Example with Vercel AI SDK + LM Studio:
import { generateObject } from 'ai';
import { createOpenAI } from '@ai-sdk/openai';
const lm = createOpenAI({ baseURL: 'http://localhost:1234/v1', apiKey: 'not-needed' });
const model = lm('openai/gpt-oss-20b');
const llmProvider: LLMProvider = {
generateObject: async (prompt, schema) => {
const { object } = await generateObject({ model, schema, prompt, mode: 'json' });
return object;
}
};What It Returns
ingestBrand() returns a BrandProfile with these sections:
company — Corporate & Business Info
| Field | Description |
|-------|------------|
| name | Brand name |
| legalName | Legal/registered name |
| description | What the company does |
| tagline | Primary slogan |
| foundedYear | Year founded |
| headquarters | HQ location |
| parentCompany | Parent company if any |
| industry | Line of business |
| contactEmail | Public contact email |
| contactPhone | Public phone number |
| contactAddress | Physical address |
| socialProfiles[] | Platform, URL, and handle for each social account |
brand — Brand Identity
| Field | Description |
|-------|------------|
| logos[] | Logo URLs with context (favicon, header, etc.) |
| colors[] | Brand colors as hex codes with usage context |
| fonts[] | Font families used on the site |
| taglines[] | Slogans/taglines found in site content |
| voiceTone | Brand voice description (e.g. "warm and aspirational") |
| brandValues[] | Core values (e.g. "self-care", "simplicity") |
| targetDemographic | Target audience description |
| brandPersonality | Brand personality description |
taxonomy — Product Taxonomy
| Field | Description |
|-------|------------|
| collections[] | All collections/categories with title, handle, description, product count |
| productTypes[] | All unique product types |
| tags[] | All unique tags across products |
| vendors[] | All unique vendors |
| priceRange | Min, max, average price and currency |
products[] — Full Product Catalog
Each product includes:
| Field | Description |
|-------|------------|
| id, handle, url | Identifiers |
| name, description, descriptionHtml | Content |
| productType, vendor, tags[] | Classification |
| variants[] | Each variant: id, title, SKU, price, compareAtPrice, available, weight, option values |
| options[] | Option definitions (e.g. Size: ["4oz", "8oz", "16oz"]) |
| images[] | Image URL, alt text, dimensions, position |
| publishedAt, createdAt, updatedAt | Timestamps |
metadata — Product Metadata Schema
Computed from the product data so you understand the structure:
| Field | Description |
|-------|------------|
| optionDefinitions[] | Every option name, all values seen across products, how many products use it |
| tagCloud[] | Every tag with frequency count |
| fieldPopulation[] | For each product field: how many products have it populated (fill rate %) |
content — Site Content
| Field | Description |
|-------|------------|
| pages[] | Static pages (about, FAQ, policies) with title, handle, and text content |
| metaDescription | Site meta description |
| metaKeywords[] | Meta keywords |
| ogImage | Open Graph image URL |
| favicon | Favicon URL |
Top-level metadata
| Field | Description |
|-------|------------|
| platform | Detected platform ("shopify" or "generic") |
| sourceUrl | The URL that was ingested |
| ingestedAt | ISO timestamp |
How It Works
Platform detection — Probes
/products.jsonto detect Shopify. More platform detectors can be added.Shopify path — Fetches products, collections, and pages from Shopify's public JSON APIs (no auth needed). Paginates automatically. Renders the homepage with Playwright for brand identity extraction.

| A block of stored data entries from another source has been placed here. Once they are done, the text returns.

import type { MemberRole } from "@/db/schema";

/**
 * What each role may do in a project: the single source of truth for authorization.
 * Route handlers and server actions ask `can()`; navigation uses it only to hide links.
 */
export const ACTIONS = [
  "project.view",
  "project.edit",
  "traverse.record",
  "terminal.record",
  "conditions.record",
  "traverse.submit",
  "traverse.review",
  "design.view",
  "design.edit",
  "deviation.accept",
  "report.issue",
  "report.approve",
  "report.download",
  "members.manage",
  "members.view",
  "members.invite",
  "supervisor.sign",
  "photo.add",
  "audit.view",
] as const;
export type Action = (typeof ACTIONS)[number];

const ALL: readonly MemberRole[] = ["technician", "commissioning_agent", "engineer", "owner"];

export const POLICY: Record<Action, readonly MemberRole[]> = {
  "project.view": ALL,
  "project.edit": ["engineer"],
  "traverse.record": ["technician"],
  "terminal.record": ["technician"],
  /** The operating conditions readings are taken under: recorded by those who take the readings. */
  "conditions.record": ["technician"],
  "traverse.submit": ["technician"],
  "traverse.review": ["commissioning_agent"],
  // Owners read design against measured: it is what their closeout report shows them.
  "design.view": ALL,
  "design.edit": ["engineer"],
  "deviation.accept": ["engineer"],
  // The commissioning agent and the engineer of record each approve the report's content; either of
  // them (or a site administrator) then issues it once the supervisor has signed.
  "report.approve": ["commissioning_agent", "engineer"],
  "report.issue": ["commissioning_agent", "engineer"],
  "report.download": ALL,
  // Changing or removing an engineer of record, and anything about oneself, stays with site administrators.
  "members.manage": [],
  "members.view": ALL,
  // Invite people, change roles, remove members, designate the TAB supervisor.
  "members.invite": ["engineer"],
  // Only the designated supervisor signs; the handler also checks it is them.
  "supervisor.sign": ["technician"],
  "photo.add": ["technician"],
  // The project's audit trail: who submitted, decided, changed what. Those who answer for the results read it.
  "audit.view": ["commissioning_agent", "engineer"],
};

/** Site-wide administrators set projects up (settings, design, people) and may look at everything, but take no readings and sign nothing. */
const ADMIN_ACTIONS: ReadonlySet<Action> = new Set([
  "project.view",
  "project.edit",
  "design.view",
  "design.edit",
  "report.download",
  "report.issue",
  "members.manage",
  "members.view",
  "members.invite",
  "audit.view",
]);

export interface Actor {
  isAdmin: boolean;
}

export function can(actor: Actor, role: MemberRole | null, action: Action): boolean {
  if (role !== null && POLICY[action].includes(role)) return true;
  return actor.isAdmin && ADMIN_ACTIONS.has(action);
}

/**
 * The instrument register is deployment-wide, not a project's: it is kept by the people who carry the
 * instruments (a technician on at least one project) and by site administrators. Every signed-in user may read it.
 */
export function canKeepInstrumentRegister(actor: Actor, roles: readonly (MemberRole | null)[]): boolean {
  return actor.isAdmin || roles.includes("technician");
}

export const ROLE_LABELS: Record<MemberRole, string> = {
  technician: "Technician",
  commissioning_agent: "Commissioning agent",
  engineer: "Engineer of record",
  owner: "Owner",
};

/**
 * API routes that act on no project, each with who may call it. Every other route under app/api
 * declares `project: { param, action }` in defineRoute; tests/auth/routes.test.ts walks app/api and
 * fails on a route that does neither, or on one missing from this list. Keys: "METHOD /api/path"
 * with the folder names as written ([param] and [...rest] included).
 */
export const ROUTES_OUTSIDE_PROJECTS: Record<string, "public" | "signed-in"> = {
  "GET /api/health": "public",
  "POST /api/auth/sign-in": "public",
  "POST /api/auth/sign-out": "public",
  "POST /api/auth/sign-out-everywhere": "signed-in",
  "POST /api/auth/password": "signed-in",
  "GET /api/auth/me": "signed-in",
  "GET /api/v1/projects": "signed-in",
  // Site administrators and engineers of a project start projects; the handler checks which before reading the body.
  "POST /api/v1/projects": "signed-in",
  // The organisation's instrument register: read by everyone signed in; kept by technicians and site administrators (checked in the handler).
  "GET /api/v1/instruments": "signed-in",
  "POST /api/v1/instruments": "signed-in",
  "GET /api/v1/instruments/[instrumentId]": "signed-in",
  "PATCH /api/v1/instruments/[instrumentId]": "signed-in",
  "DELETE /api/v1/instruments/[instrumentId]": "signed-in",
  // Calibration certificates belong to the register: read by everyone signed in, attached by its keepers (checked in the handler).
  "GET /api/v1/instruments/[instrumentId]/certificate": "signed-in",
  "POST /api/v1/instruments/[instrumentId]/certificate": "signed-in",
  // Each user's own notifications.
  "GET /api/v1/notifications": "signed-in",
  "POST /api/v1/notifications/read": "signed-in",
  // Every e-mail written: site administrators only (checked in the handler).
  "GET /api/v1/admin/outbox": "signed-in",
  // Invitation links are used before an account exists: the token is the credential.
  "GET /api/v1/invitations/[token]": "public",
  "POST /api/v1/invitations/[token]/accept": "public",
  // Anyone may check an issued report, with the deployment's public key and a report's signature.
  "POST /api/v1/reports/verify": "public",
  "GET /api/v1/reports/public-key": "public",
  "GET /api/v1/reports/[code]/signature": "public",
  // The API description holds no data.
  "GET /api/v1/openapi.json": "public",
  "PATCH /api/v1/me": "signed-in",
  "POST /api/v1/calc/[command]": "signed-in",
  // Unknown API paths answer a JSON 404 to anyone.
  "GET /api/[...path]": "public",
  "POST /api/[...path]": "public",
  "PUT /api/[...path]": "public",
  "PATCH /api/[...path]": "public",
  "DELETE /api/[...path]": "public",
};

Generic path — Crawls the site with Playwright (renders JS), uses LLM to categorize URLs, extract products from page text, and derive corporate info.
Both paths — Scrape HTML for logos, colors, fonts, social links, meta tags, and JSON-LD structured data. Use LLM to derive brand voice, values, personality, and target demographic.
CLI (for testing)
npx tsx src/cli.ts https://philosophy.comEnv vars: LLM_BASE_URL, LLM_API_KEY, LLM_MODEL, MAX_PAGES.
Writes output to brand-profile-{hostname}.json.